Необходимыми и достаточными условиями принудительного лечения, т. е. прямого ограничения личных и гражданских прав психиатрических пациентов, законодательства всех стран, за исключением Италии, считают, помимо наличия у них душевного расстройства, их
опасность для себя и окружающих; российский закон добавляет к этому фактор беспомощности (там же, с. 156). Таким образом, противоречие между практикой стационирования в недобровольном порядке и конституционными правами граждан получает формальное разрешение: перечисленные условия удовлетворяют как конституционному требованию - к ограничению прав прибегают, чтобы не допустить нарушения прав и свобод других людей, так и профессионально-этическим нормам медицины - принудительное лечение предпринимается для спасения пациента.

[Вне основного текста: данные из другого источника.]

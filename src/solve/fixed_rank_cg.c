/* SPDX-License-Identifier: MIT
 *
 * Conjugate gradients on the manifold of m x n matrices of rank r, embedded in all matrices (Vandereycken 2013,
 * "Low-rank matrix completion by Riemannian optimization", algorithm 1).
 *
 *     minimise  f(X) = 1/2 |R|^2 + lambda/2 |X|^2,      R = P(X - T),  X = U S V'
 *
 *     symbol     name               shape
 *     U, S, V    point              m x r, r, n x r
 *     R                             residual on the seen cells, made anew in every pass
 *     g          gradient           a tangent (M, Up, Vp): U M V' + Up V' + U Vp'
 *     D          direction          a tangent
 *     P          restriction to the seen cells
 *
 * One iteration:
 *     1. g = projection of R + lambda X onto the tangents at X, from the two products R V and R'U; lambda X = U (lambda
 *        S) V' is tangent, so it joins the middle part exactly.
 *     2. D = -g + beta T(D_old), T the transport by projection, beta by Polak and Ribiere, never negative (Nocedal,
 *        Wright 2006, section 5.2), which needs <g, T(g_old)> but not T(g_old).
 *        D = -g again when D is no clear descent.
 *     3. On the tangent the objective is a parabola, so the step there is exact:
 *            t = -<g, D> / (|P(D)|^2 + lambda |D|^2).
 *     4. X_new = a matrix of rank r near X + t D (fixed_rank_retract). Armijo with backtracking guards it (line.c).
 *
 * Departures: the paper scales by 2/3 and halves the step on refusal; here the parabola through the refused value is
 * used. The paper goes to the nearest matrix of rank r; here short steps go by the orthographic retraction, which
 * agrees with that to second order and needs no SVD of twice the rank. S enters the factor that is multiplied on, never
 * divided off, so singular values may be as small as they like, or zero, and both halves of the gradient have the
 * relative precision of R.
 *
 * Cost an iteration: three passes over the cells (tangent, residual with R V, residual with R'U), 4r flops a cell each,
 * and O((m+n) r^2). Workspace: four tangents, two points, two scaled factors; nothing a cell.
 *
 * Parallel in the passes and in all that goes over the lines; the same bits for any number of workers.
 */
#include "solve/solve_internal.h"

#include <math.h>

/* D is a clear descent when its angle to -g has a cosine of at least this; the usual safeguard of inexact CG. */
static const double least_cosine = 1e-3;

struct fixed_rank_cg {
    struct field *field;
    struct arena arena;
    struct low_rank point, trial;
    struct fixed_rank_work work;
    struct fixed_rank_tangent gradient, trial_gradient, direction, moved;
    struct matrix scaled_left, scaled_right; /* U S, V S; scaled_left also holds a factor of the direction */
    struct solve_measure measure, trial_measure;
    double slope, size; /* of the direction: <g, D> and <D, D> */
    bool fresh;         /* the direction is the negative gradient */
};

/* ---- memory --------------------------------------------------------------------------------------------------------
 */

static void cg_reserve(struct arena *arena, const struct low_rank *point)
{
    for (int k = 0; k < 4; k++)
        fixed_rank_tangent_reserve(arena, point->rows, point->columns, point->rank);
    fixed_rank_reserve(arena, point->rows, point->columns, point->rank);
    matrix_reserve(arena, point->rows, point->rank);
    matrix_reserve(arena, point->columns, point->rank);
}

static void cg_carve(struct fixed_rank_cg *cg, const struct low_rank *point)
{
    struct fixed_rank_tangent *const tangents[] = {&cg->gradient, &cg->trial_gradient, &cg->direction, &cg->moved};
    for (int k = 0; k < 4; k++)
        *tangents[k] = fixed_rank_tangent_carve(&cg->arena, point->rows, point->columns, point->rank);
    cg->work = fixed_rank_carve(cg->field->problem->context, &cg->arena, point->rows, point->columns, point->rank);
    cg->scaled_left = matrix_carve(&cg->arena, point->rows, point->rank);
    cg->scaled_right = matrix_carve(&cg->arena, point->columns, point->rank);
}

static void cg_destroy(fescue_context *context, void **state)
{
    struct fixed_rank_cg *cg = *state;
    arena_close(context, &cg->arena);
    low_rank_free(context, &cg->point);
    low_rank_free(context, &cg->trial);
    memory_give(context, state);
}

/* ---- the objective -------------------------------------------------------------------------------------------------
 */

/* Objective and the half R V of the gradient at the trial point. One pass. */
static void trial_evaluate(struct fixed_rank_cg *cg)
{
    struct low_rank *x = &cg->trial;
    struct solve_measure *measure = &cg->trial_measure;
    double size = 0;
    tall_copy(cg->work.context, x->left, x->spectrum, cg->scaled_left);
    sweep_residual(&cg->field->sweep, field_rows(cg->field), cg->scaled_left, x->right, cg->trial_gradient.left, NULL,
                   &measure->square);
    for (size_t k = 0; k < x->rank; k++)
        size += x->spectrum[k] * x->spectrum[k];
    measure->objective = 0.5 * measure->square + 0.5 * cg->field->problem->lambda * size;
}

/* The other half R'U and the projection. One pass. */
static void trial_differentiate(struct fixed_rank_cg *cg)
{
    struct low_rank *x = &cg->trial;
    struct fixed_rank_tangent *g = &cg->trial_gradient;
    double square;
    tall_copy(cg->work.context, x->right, x->spectrum, cg->scaled_right);
    sweep_residual(&cg->field->sweep, field_columns(cg->field), cg->scaled_right, x->left, g->right, NULL, &square);
    double normal = fixed_rank_project(&cg->work, x, g);
    for (size_t k = 0; k < x->rank; k++)
        MATRIX_AT(g->middle, k, k) += cg->field->problem->lambda * x->spectrum[k];
    cg->trial_measure.gradient = sqrt(matrix_dot(g->middle, g->middle) + normal);
}

/* The trial becomes the point; what was the point is overwritten by the next trial. */
static void trial_accept(struct fixed_rank_cg *cg)
{
    struct low_rank point = cg->point;
    struct fixed_rank_tangent gradient = cg->gradient;
    cg->point = cg->trial;
    cg->trial = point;
    cg->gradient = cg->trial_gradient;
    cg->trial_gradient = gradient;
    cg->measure = cg->trial_measure;
}

static void direction_restart(struct fixed_rank_cg *cg)
{
    fixed_rank_add(&cg->work, -1, &cg->gradient, 0, &cg->direction);
    cg->size = cg->measure.gradient * cg->measure.gradient;
    cg->slope = -cg->size;
    cg->fresh = true;
}

static fescue_status cg_create(struct field *field, const struct low_rank *point, void **state)
{
    fescue_context *context = field->problem->context;
    struct fixed_rank_cg *cg;
    fescue_status status = TAKE(context, 1, &cg);
    if (status != FESCUE_OK)
        return status;
    *state = cg;
    cg->field = field;
    TRY(sweep_arrange(&field->sweep, field_columns(field)));
    TRY(low_rank_copy(context, point, &cg->trial));
    TRY(low_rank_create(context, point->rows, point->columns, point->rank, &cg->point));
    cg_reserve(&cg->arena, point);
    TRY(arena_open(context, &cg->arena));
    cg_carve(cg, point);
    trial_evaluate(cg);
    trial_differentiate(cg);
    trial_accept(cg);
    direction_restart(cg);
done:
    if (status != FESCUE_OK)
        cg_destroy(context, state);
    return status;
}

/* ---- one iteration -------------------------------------------------------------------------------------------------
 */

/* Curvature of the objective along the direction, on the tangent. One pass. */
static double direction_curvature(struct fixed_rank_cg *cg)
{
    const struct low_rank *x = &cg->point;
    const struct fixed_rank_tangent *d = &cg->direction;
    double curvature;
    fixed_rank_pairs(&cg->work, x, d, cg->scaled_left);
    sweep_tangent(&cg->field->sweep, field_rows(cg->field), cg->scaled_left, x->right, x->left, d->right, NULL, NULL,
                  &curvature);
    return curvature + cg->field->problem->lambda * cg->size;
}

/* The direction for this iteration, carried over from the point before (which cg->trial still holds; its gradient is in
   trial_gradient) or the gradient alone. */
static void direction_choose(struct fixed_rank_cg *cg, double old_gradient)
{
    double new_gradient = cg->measure.gradient;
    double turned = fixed_rank_inner_apart(&cg->work, &cg->trial, &cg->trial_gradient, &cg->point, &cg->gradient);
    double beta = (new_gradient * new_gradient - turned) / (old_gradient * old_gradient);
    if (!(beta > 0)) {
        direction_restart(cg);
        return;
    }
    struct fixed_rank_tangent old = cg->direction;
    struct fixed_rank_blend blend = {.beta = beta, .alpha = -1, .y = &cg->gradient};
    fixed_rank_transport(&cg->work, &cg->trial, &old, &cg->point, &blend, &cg->moved);
    cg->direction = cg->moved;
    cg->moved = old;
    cg->slope = blend.along;
    cg->size = blend.size;
    cg->fresh = false;
    if (!(-cg->slope > least_cosine * new_gradient * sqrt(cg->size)))
        direction_restart(cg);
}

/* Goes along the direction; *moved = false when nothing better was found, and the point is as before. */
static fescue_status line_follow(struct fixed_rank_cg *cg, bool *moved)
{
    fescue_status status = FESCUE_OK;
    *moved = false;
    double curvature = direction_curvature(cg);
    if (!(cg->slope < 0) || !(curvature > 0))
        return status;
    struct line line = line_start(cg->field->problem, &cg->measure, cg->slope);
    double t = -cg->slope / curvature;
    for (int trial = 0; trial < LINE_MOST_TRIALS; trial++) {
        TRY(fixed_rank_retract(&cg->work, &cg->point, &cg->direction, t, &cg->trial));
        trial_evaluate(cg);
        if (line_accepts(&line, t, cg->trial_measure.objective)) {
            cg->trial_measure.step = t;
            *moved = true;
            break;
        }
        t = line_shorten(&line, t, cg->trial_measure.objective);
    }
done:
    return status;
}

static fescue_status cg_step(void *state, bool *moved)
{
    struct fixed_rank_cg *cg = state;
    fescue_status status;
    TRY(line_follow(cg, moved));
    if (!*moved && !cg->fresh) {
        direction_restart(cg);
        TRY(line_follow(cg, moved));
    }
    if (!*moved)
        goto done;
    trial_differentiate(cg);
    double old_gradient = cg->measure.gradient;
    trial_accept(cg);
    direction_choose(cg, old_gradient);
done:
    return status;
}

static void cg_measure(const void *state, struct solve_measure *measure)
{
    *measure = ((const struct fixed_rank_cg *)state)->measure;
}

static size_t cg_keep(void *state, struct memo_part parts[SOLVER_PARTS])
{
    struct fixed_rank_cg *cg = state;
    parts[0] = matrix_part(cg->point.left);
    parts[1] = matrix_part(cg->point.right);
    parts[2] = (struct memo_part){cg->point.spectrum, cg->point.rank * sizeof *cg->point.spectrum};
    parts[3] = matrix_part(cg->direction.left);
    parts[4] = matrix_part(cg->direction.middle);
    parts[5] = matrix_part(cg->direction.right);
    parts[6] = (struct memo_part){&cg->measure.step, sizeof cg->measure.step};
    parts[7] = (struct memo_part){&cg->fresh, sizeof cg->fresh};
    return 8;
}

/* Residual and gradient are those of the point. */
static void cg_resume(void *state)
{
    struct fixed_rank_cg *cg = state;
    matrix_copy(cg->point.left, cg->trial.left);
    matrix_copy(cg->point.right, cg->trial.right);
    for (size_t k = 0; k < cg->point.rank; k++)
        cg->trial.spectrum[k] = cg->point.spectrum[k];
    cg->trial_measure.step = cg->measure.step;
    trial_evaluate(cg);
    trial_differentiate(cg);
    trial_accept(cg);
    if (cg->fresh) {
        direction_restart(cg);
        return;
    }
    cg->slope = fixed_rank_inner(&cg->work, &cg->gradient, &cg->direction);
    cg->size = fixed_rank_inner(&cg->work, &cg->direction, &cg->direction);
}

static fescue_status cg_point_write(void *state, struct low_rank *point)
{
    const struct fixed_rank_cg *cg = state;
    matrix_copy(cg->point.left, point->left);
    matrix_copy(cg->point.right, point->right);
    for (size_t k = 0; k < point->rank; k++)
        point->spectrum[k] = cg->point.spectrum[k];
    return FESCUE_OK;
}

const struct solver fixed_rank_cg_solver = {
    .name = "fixed-rank-cg",
    .summary = "conjugate gradients on the manifold of matrices of fixed rank, with the exact step on the tangent",
    .width = 1,
    .create = cg_create,
    .measure = cg_measure,
    .step = cg_step,
    .keep = cg_keep,
    .resume = cg_resume,
    .point_write = cg_point_write,
    .destroy = cg_destroy,
};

Однако этот шаткий консенсус рассыпается как карточный домик при первых же попытках содержательного анализа - например, если применить его условия к любому другому - непсихиатрическому - случаю из области медицины или права. Так, с точки зрения медицины, единственным оправданием принудительного лечения является опасность пациента для себя самого. Медицинский смысл этой опасности расшифровывается в 23-ей статье Закона - «существенный вред его здоровью вследствие ухудшения психического состояния, если лицо будет оставлено без психиатрической помощи»[44] и «его беспомощность, т. е. неспособность самостоятельно удовлетворять основные жизненные потребности» (там же, с. 156). Если насилие (недобровольное освидетельствование, стационирование и т. п.), действительно, применяется врачами только для того, чтобы, в согласии с клятвой Гиппократа, сделать все для спасения жизни пациента, то перечисленные критерии должны быть общезначимыми, т. е. приложимыми также к соматическим заболеваниям. Прогрессирующий рак или отслоение сетчатки глаза, безусловно, нанесут «существенный вред здоровью», если
страдающее этими недугами лицо, будет оставлено без медицинской помощи. Но подвергают ли его на этом основании принудительному обследованию, госпитализации или лечению? Нет, не только не подвергают, но и лечение, направленное на актуальное, а не просто возможное спасение его жизни (или зрения), во многих странах, допускающих недобровольную терапию психиатрических пациентов, без платы не проводят. Парализованный человек не может «самостоятельно удовлетворять собственные жизненные потребности» и нуждается в уходе по причине беспомощности, однако закон не предусматривает его стационирования в недобровольном порядке. При этом предполагается, что для того, чтобы накормить убогого и излечить страждущего, незачем заламывать им руки за спину... Кроме того, отвергая принудительное лечение в указанных случаях, признают неотъемлемое право человека «... поставить священное "Нет" перед долгом жизни» (130, с. 53), т. е. свободу его воли. Но это значит, что и с медицинской, и с правовой точек зрения, угроза жизни пациента не является ни необходимым, ни достаточным условием для терапии в недобровольном порядке, нарушающей его права на свободу, достоинство и личную неприкосновенность[45]. Следовательно, реальным основанием применения насилия к душевнобольным являются вовсе не интересы пациента, которые врач-психиатр знает якобы лучше его самого и его законного представителя (91, с. 156), а другой - едва обозначенный в Законе «О психиатрической помощи... » интерес, заключающийся в предотвращении угрозы, которую безумие представляет для общества.